EXERCISE AIM: Find the line with "before = demo_db.read_bytes()" in the entries below, then reproduce it and every line after it down to and including the line with "for c, r in", exactly.

Items from a data source:

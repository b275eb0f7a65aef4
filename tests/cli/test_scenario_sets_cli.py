"""``blotter whatif --set NAME`` and ``--sets`` on a fresh copy of the demo book.

A set's table is ``whatif`` of each move run alone, to the bit (the same JSON and CSV numbers);
its worst scenario is the one with the lowest full P&L, marked in words and a symbol; a bad set
is refused in words naming the file, the set and the move, and nothing is valued or printed.
``whatif`` itself is checked against QuantLib in tests/scenario and tests/desk.
"""

from __future__ import annotations

import csv
import io
import json
from datetime import UTC, datetime
from pathlib import Path
from typing import Any

import pytest
from cli_helpers import run
from test_currencies_cli import T0, _eur, _two_currency_book, _usd

from blotter import store

AT = "2026-11-30T16:45"
"""Valuation time of the checks (desk-local): a quarter hour after the demo's last close."""

SETS = """
[scenarios.crash]
"down 10, vol +8" = "spot -10% vol +8"
"down 20, vol +15" = "spot -20% vol +15"
"gap down, next day" = "spot -7% vol +5 bdays 1"
"rally, vol in" = "spot +5% vol -3 moneyness"
"DEMOA alone" = "DEMOA spot -12%"

[scenarios."a week"]
"time" = "days 7"
"""

HEADER_KEYS = {"as_of", "marks_as_of", "partial", "unvalued"}
"""Keys of every report's JSON that a set prints once, not per scenario."""


@pytest.fixture
def settings_file(tmp_path: Path, monkeypatch: pytest.MonkeyPatch) -> Path:
    """A settings file holding ``SETS``, in force for the test."""
    path = tmp_path / "config.toml"
    path.write_text(SETS, encoding="utf-8")
    monkeypatch.setenv("BLOTTER_CONFIG", str(path))
    return path


def as_json(*args: str) -> Any:
    return json.loads(run(*args).stdout)


def test_a_set_is_each_move_run_alone_to_the_bit(demo_db: Path, settings_file: Path) -> None:
    out = as_json("whatif", "--db", str(demo_db), "--at", AT, "--set", "crash", "--json")
    assert out["set"] == "crash" and out["source"] == str(settings_file)
    assert [s["name"] for s in out["scenarios"]] == [
        "down 10, vol +8",
        "down 20, vol +15",
        "gap down, next day",
        "rally, vol in",
        "DEMOA alone",
    ]
    table = list(
        csv.reader(
            io.StringIO(
                run("whatif", "--db", str(demo_db), "--at", AT, "--set", "crash", "--csv").stdout
            )
        )
    )
    for scenario in out["scenarios"]:
        alone = as_json("whatif", "--db", str(demo_db), "--at", AT, scenario["text"], "--json")
        assert {k: alone[k] for k in HEADER_KEYS} == {k: out[k] for k in HEADER_KEYS}
        assert {k: v for k, v in alone.items() if k not in HEADER_KEYS} == {
            k: v for k, v in scenario.items() if k not in ("name", "text", "worst")
        }
        alone_csv = list(
            csv.reader(
                io.StringIO(
                    run(
                        "whatif", "--db", str(demo_db), "--at", AT, scenario["text"], "--csv"
                    ).stdout
                )
            )
        )
        mine = [r[2:-1] for r in table[1:] if r[0] == scenario["name"]]
        assert table[0][2:-1] == alone_csv[0] and mine == alone_csv[1:]


def test_the_worst_is_the_lowest_full_pnl_in_words_and_a_symbol(
    demo_db: Path, settings_file: Path
) -> None:
    out = as_json("whatif", "--db", str(demo_db), "--at", AT, "--set", "crash", "--json")
    fulls = {s["name"]: s["total"]["full"] for s in out["scenarios"]}
    lowest = min(fulls, key=lambda name: fulls[name])
    assert out["worst"] == {"USD": lowest}
    assert [s["worst"] for s in out["scenarios"]] == [
        ["USD"] if s["name"] == lowest else [] for s in out["scenarios"]
    ]
    text = run("whatif", "--db", str(demo_db), "--at", AT, "--set", "crash").stdout
    marked = [ln for ln in text.splitlines() if ln.rstrip().endswith("▼ WORST")]
    assert len(marked) == 1 and marked[0].startswith(lowest)
    assert f"▼ WORST in USD: {lowest!r}" in text
    rows = list(
        csv.DictReader(
            io.StringIO(
                run("whatif", "--db", str(demo_db), "--at", AT, "--set", "crash", "--csv").stdout
            )
        )
    )
    assert [(r["scenario"], r["underlying"]) for r in rows if r["worst"] == "1"] == [
        (lowest, "total")
    ]


def test_the_sets_are_listed(settings_file: Path, tmp_path: Path) -> None:
    text = run("whatif", "--sets").stdout
    assert "crash" in text and "a week" in text and "spot -7% vol +5 bdays 1" in text
    listed = as_json("whatif", "--sets", "--json")["sets"]
    assert [(s["name"], len(s["moves"])) for s in listed] == [("crash", 5), ("a week", 1)]
    other = tmp_path / "other.toml"
    other.write_text('[scenarios.rates]\n"up 1%" = "rate +100bp"\n', encoding="utf-8")
    listed = as_json("whatif", "--file", str(other), "--json")["sets"]
    assert [s["name"] for s in listed] == ["rates"]
    assert listed[0]["moves"][0]["move"]["rate_bp"] == 100.0


@pytest.mark.parametrize(
    "text,words",
    [
        (
            '[scenarios.crash]\n"fine" = "spot -3%"\n"bad" = "spot -3% vol"\n',
            "scenario set 'crash', move 'bad'",
        ),
        ('[scenarios.crash]\n"elsewhere" = "NOPE spot -3%"\n', "move 'elsewhere'"),
        ("[scenarios.crash\n", "config.toml"),
    ],
)
def test_a_bad_set_is_refused_in_words_and_nothing_runs(
    demo_db: Path, tmp_path: Path, monkeypatch: pytest.MonkeyPatch, text: str, words: str
) -> None:
    path = tmp_path / "config.toml"
    path.write_text(text, encoding="utf-8")
    monkeypatch.setenv("BLOTTER_CONFIG", str(path))
    before = demo_db.read_bytes()
    result = run("whatif", "--db", str(demo_db), "--at", AT, "--set", "crash", code=1)
    assert str(path) in result.stderr and words in result.stderr
    assert result.stdout == "" and demo_db.read_bytes() == before


def test_unknown_sets_and_files_and_mixed_arguments(
    demo_db: Path, settings_file: Path, tmp_path: Path
) -> None:
    result = run("whatif", "--db", str(demo_db), "--set", "crush", code=1)
    assert "no scenario set 'crush' (sets: 'crash', 'a week')" in result.stderr
    result = run("whatif", "--file", str(tmp_path / "none.toml"), "--sets", code=1)
    assert "none.toml: no such scenario file" in result.stderr
    result = run("whatif", "--db", str(demo_db), "spot -1%", "--set", "crash", code=2)
    assert "not both" in result.stderr
    assert "--set NAME" in run("whatif", "--db", str(demo_db), code=2).stderr


TWO_CCY_SETS = """
[scenarios.names]
"AAA down" = "AAA spot -10%"
"BBB down" = "BBB spot -10%"
"all up" = "spot +10%"
"""


def test_each_currency_has_its_own_worst(tmp_path: Path, monkeypatch: pytest.MonkeyPatch) -> None:
    """USD and EUR P&L never add: each currency's worst is its own lowest full P&L, checked
    against QuantLib's value of each option (``test_currencies_cli``)."""
    with store.use_clock(lambda: datetime(2026, 12, 1, 20, 30, tzinfo=UTC)):
        two_currencies = _two_currency_book(tmp_path)
    path = tmp_path / "config.toml"
    path.write_text(TWO_CCY_SETS, encoding="utf-8")
    monkeypatch.setenv("BLOTTER_CONFIG", str(path))
    args = ("whatif", "--db", two_currencies, "--at", T0, "--set", "names")
    out = as_json(*args, "--json")
    moved = {
        "AAA down": {"USD": _usd(90.0) - _usd(), "EUR": 0.0},
        "BBB down": {"USD": 0.0, "EUR": _eur(45.0) - _eur()},
        "all up": {"USD": _usd(110.0) - _usd(), "EUR": _eur(55.0) - _eur()},
    }
    for s in out["scenarios"]:
        got = {c: r["full"] for c, r in s["total"]["by_currency"].items()}
        assert got == pytest.approx(moved[s["name"]], rel=1e-7, abs=1e-6)
        assert s["total"]["full"] is None  # no sum across currencies
    assert out["worst"] == {"USD": "AAA down", "EUR": "BBB down"}
    text = run(*args).stdout
    marked = [ln.split() for ln in text.splitlines() if ln.rstrip().endswith("▼ WORST")]
    assert [(" ".join(w[:2]), w[5]) for w in marked] == [("AAA down", "USD"), ("BBB down", "EUR")]
    assert "ccy" in text.splitlines()[2] and "▼ WORST in EUR: 'BBB down'" in text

REPLY:
    before = demo_db.read_bytes()
    result = run("whatif", "--db", str(demo_db), "--at", AT, "--set", "crash", code=1)
    assert str(path) in result.stderr and words in result.stderr
    assert result.stdout == "" and demo_db.read_bytes() == before


def test_unknown_sets_and_files_and_mixed_arguments(
    demo_db: Path, settings_file: Path, tmp_path: Path
) -> None:
    result = run("whatif", "--db", str(demo_db), "--set", "crush", code=1)
    assert "no scenario set 'crush' (sets: 'crash', 'a week')" in result.stderr
    result = run("whatif", "--file", str(tmp_path / "none.toml"), "--sets", code=1)
    assert "none.toml: no such scenario file" in result.stderr
    result = run("whatif", "--db", str(demo_db), "spot -1%", "--set", "crash", code=2)
    assert "not both" in result.stderr
    assert "--set NAME" in run("whatif", "--db", str(demo_db), code=2).stderr


TWO_CCY_SETS = """
[scenarios.names]
"AAA down" = "AAA spot -10%"
"BBB down" = "BBB spot -10%"
"all up" = "spot +10%"
"""


def test_each_currency_has_its_own_worst(tmp_path: Path, monkeypatch: pytest.MonkeyPatch) -> None:
    """USD and EUR P&L never add: each currency's worst is its own lowest full P&L, checked
    against QuantLib's value of each option (``test_currencies_cli``)."""
    with store.use_clock(lambda: datetime(2026, 12, 1, 20, 30, tzinfo=UTC)):
        two_currencies = _two_currency_book(tmp_path)
    path = tmp_path / "config.toml"
    path.write_text(TWO_CCY_SETS, encoding="utf-8")
    monkeypatch.setenv("BLOTTER_CONFIG", str(path))
    args = ("whatif", "--db", two_currencies, "--at", T0, "--set", "names")
    out = as_json(*args, "--json")
    moved = {
        "AAA down": {"USD": _usd(90.0) - _usd(), "EUR": 0.0},
        "BBB down": {"USD": 0.0, "EUR": _eur(45.0) - _eur()},
        "all up": {"USD": _usd(110.0) - _usd(), "EUR": _eur(55.0) - _eur()},
    }
    for s in out["scenarios"]:
        got = {c: r["full"] for c, r in s["total"]["by_currency"].items()}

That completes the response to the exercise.